How do companies decide which IT suppliers to do business with? That depends on who’s doing the deciding — and on who’s assessing corporate practices. According to Jupiter Research, non-IT executives tend to favor companies whose products meet business requirements, while IT executives put the emphasis on performance and reliability. So much for teamwork. To be fair, both camps put total cost in the top spot, but after that they tend not to see eye to eye. And given that 89 percent of the executives (both IT- and non-IT-focused) surveyed by Jupiter said they help select technology vendors, that disconnect could be serious.
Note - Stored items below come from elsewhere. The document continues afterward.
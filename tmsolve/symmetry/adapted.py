"""Symmetry-adapted states over the rationals, and the blocks that symmetric matrices have in them.

In states that transform with a sign under some elements of the group (sums over orbits with signs)
a representation of dimension d often occurs once for each time the full space contains it. A matrix
with the symmetry then has one block there, of the size of the multiplicity, for d equal blocks of
the full matrix. Entries of the block are sums of entries with rational coefficients.
"""

from __future__ import annotations

from collections.abc import Callable, Iterable, Sequence
from dataclasses import dataclass
from fractions import Fraction
from typing import Any

import numpy as np

from .characters import Constituent, constituents, rational_average, sample
from .choices import shares, sign_choices
from .groups import PermutationGroup
from .rational import kernel
from .signed import SignedOrbits

__all__ = ["Adapted", "adapted_states"]

#: Random elements of a large group that have to tell its representations apart, more where fewer do not.
_SAMPLES = (24, 96, 384)


@dataclass(frozen=True, eq=False)
class Adapted:
    """Rational states in which a constituent occurs as few times as was found possible.

    Attributes
    ----------
    constituent : Constituent
        The representation.
    members : tuple of tuple of int
        Orbits of states; states that must have amplitude 0 are in none.
    signs : tuple of tuple of int
        The sign of each member relative to the first.
    basis : ndarray of Fraction, shape (orbits, size)
        Combinations of the signed sums over orbits; unit vectors in the ``pivots`` rows.
    pivots : tuple of int
        As many rows as columns.
    times : int
        How often the block occurs in the full matrix.
    """

    constituent: Constituent
    members: tuple[tuple[int, ...], ...]
    signs: tuple[tuple[int, ...], ...]
    basis: np.ndarray
    pivots: tuple[int, ...]
    times: int

    @property
    def size(self) -> int:
        """Number of rows of the block."""
        return len(self.pivots)

    def block(self, matrix: np.ndarray, number: Callable[[Fraction], Any] = Fraction) -> np.ndarray:
        """Return the block of a matrix that has the symmetry.

        Parameters
        ----------
        matrix : ndarray, shape (n, n)
            Numbers, or objects with + − and the product with a number.
        number : callable
            Makes the numbers that the entries can be multiplied by from fractions.

        Returns
        -------
        ndarray of object, shape (size, size)
            Its eigenvalues, each ``times`` times, are eigenvalues of the matrix.
        """
        # Python's own integers do not overflow.
        matrix = matrix.astype(object)
        lumped = np.empty((self.size, len(self.members)), dtype=object)
        for a, pivot in enumerate(self.pivots):
            for b, column in enumerate(self.members):
                lumped[a, b] = _signed_sum([matrix[i, column[0]] for i in self.members[pivot]], self.signs[pivot])
        if self.size == len(self.members):
            return lumped
        result = np.empty((self.size, self.size), dtype=object)
        for a in range(self.size):
            for b in range(self.size):
                result[a, b] = _combination(lumped[a], self.basis[:, b], number)
        return result


def adapted_states(group: PermutationGroup, hints: Sequence[np.ndarray] = ()) -> list[Adapted]:
    """Return rational states of every constituent of the permutation representation.

    Parameters
    ----------
    group : PermutationGroup
        The group.
    hints : sequence of permutations
        Elements of it that make good signs, such as exchanges of two states.

    Returns
    -------
    list of Adapted
        The trivial representation first; sizes × times add up to n. A block holds each of its
        constituent's complex representations once, except where no such states were found: there the
        block is a whole number of times as large, and ``times`` as much smaller.

    Examples
    --------
    Five equivalent states: the matrix with a on the diagonal and b elsewhere has the eigenvalue
    a + 4b once and a − b four times.

    >>> from tmsolve.symmetry.search import automorphisms
    >>> parts = adapted_states(automorphisms(np.eye(5, dtype=int)))
    >>> [(part.block(np.eye(5, dtype=int) * 6 + 1).tolist(), part.times) for part in parts]
    [([[11]], 1), ([[6]], 4)]
    """
    for count in _SAMPLES:
        try:
            parts = _attempt(group, hints, sample(group, count))
        except ArithmeticError:
            continue
        if _complete(group, parts):
            return parts
    raise ArithmeticError(f"the representations of a group of order {group.order} were not told apart")


def _attempt(
    group: PermutationGroup, hints: Sequence[np.ndarray], elements: Sequence[np.ndarray]
) -> list[Adapted]:
    parts = constituents(group, elements)
    cuts = sign_choices(group, parts, [*hints, *group.generators, *elements])
    return [_adapted(group, cut, part, parts, elements) for cut, part in zip(cuts, parts, strict=True)]


def _complete(group: PermutationGroup, parts: Sequence[Adapted]) -> bool:
    """Whether the blocks of a random matrix with the symmetry have the traces of its powers."""
    pairs = group.pair_orbits
    matrix = np.random.default_rng(7).uniform(0.5, 1.5, size=int(pairs.max(initial=-1)) + 1)[pairs]
    blocks = [(part.times, part.block(matrix, float).astype(float)) for part in parts]
    if sum(times * len(block) for times, block in blocks) != group.degree:
        return False
    whole, powers, factors = matrix, [block for _, block in blocks], [block for _, block in blocks]
    for _ in range(4):
        total = sum(times * power.trace() for (times, _), power in zip(blocks, powers, strict=True))
        if abs(total - whole.trace()) > 1e-8 * np.abs(whole.trace()):
            return False
        whole, powers = whole @ matrix, [p @ f for p, f in zip(powers, factors, strict=True)]
    return True


def _adapted(
    group: PermutationGroup,
    cut: SignedOrbits,
    part: Constituent,
    parts: Sequence[Constituent],
    elements: Sequence[np.ndarray],
) -> Adapted:
    members = cut.members()
    signs = [[int(cut.signs[i]) for i in each] for each in members]
    share = int(shares([cut], [part])[0, 0])
    times = part.dimension * part.multiplicity * part.conjugates // share
    frozen = tuple(map(tuple, members)), tuple(map(tuple, signs))
    if share == cut.size:
        return Adapted(part, *frozen, _unit(share), tuple(range(share)), times)
    average, value = _telling(group, part, parts, elements)
    pairs = group.pair_orbits
    lumped = [
        [_signed_sum([average[pairs[i, column[0]]] for i in rows], row_signs) for column in members]
        for rows, row_signs in zip(members, signs, strict=True)
    ]
    for a in range(cut.size):
        lumped[a][a] -= value
    basis, pivots = kernel(lumped)
    if len(pivots) != share:
        raise ArithmeticError(f"a constituent should have {share} states among signed orbits and has {len(pivots)}")
    return Adapted(part, *frozen, basis, pivots, times)


def _unit(n: int) -> np.ndarray:
    return np.array([[Fraction(i == j) for j in range(n)] for i in range(n)], dtype=object).reshape(n, n)


def _signed_sum(terms: Sequence[Any], signs: Sequence[int]) -> Any:
    total = terms[0]
    for term, sign in zip(terms[1:], signs[1:], strict=True):
        total = total + term if sign > 0 else total - term
    return total


def _combination(terms: Iterable[Any], coefficients: Iterable[Fraction], number: Callable[[Fraction], Any]) -> Any:
    total = None
    for term, c in zip(terms, coefficients, strict=True):
        if c == 0:
            continue
        part = term if abs(c) == 1 else term * number(abs(c))
        if total is None:
            total = part if c > 0 else -part
        else:
            total = total + part if c > 0 else total - part
    return total


def _telling(
    group: PermutationGroup, part: Constituent, parts: Sequence[Constituent], elements: Sequence[np.ndarray]
) -> tuple[list[Fraction], Fraction]:
    """Return a rational combination of class averages and its value on one constituent, different from the others."""
    values = [[each.average(g) for g in elements] for each in parts]
    own = parts.index(part)
    rng = np.random.default_rng(3)
    for span in range(1, 1000):
        weights = rng.integers(-span, span + 1, size=len(elements)).tolist()
        sums = [sum((w * v for w, v in zip(weights, row, strict=True)), Fraction(0)) for row in values]
        if sums.count(sums[own]) == 1:
            return rational_average(group, elements, weights), sums[own]
    raise ArithmeticError("the class averages chosen do not tell two representations apart")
The company found that IT and non-IT execs tend to blame each other for dominating the selection process. Worse, they dominate based on totally different approaches: IT executives tend to rely on tools and research that focus on technology criteria, while two-thirds of non-IT execs rely on (brace yourself) word of mouth. Jupiter recommends a dual focus: on business value (which includes absolute cost and cost predictability, quality, and usability/effectiveness) and market suitability (that is, vendors’ overall stability and focus on a given market or technology). Often these two criteria are at odds: the best technology may come from new and unproven vendors, for example, so companies may have to use a matrix to decide.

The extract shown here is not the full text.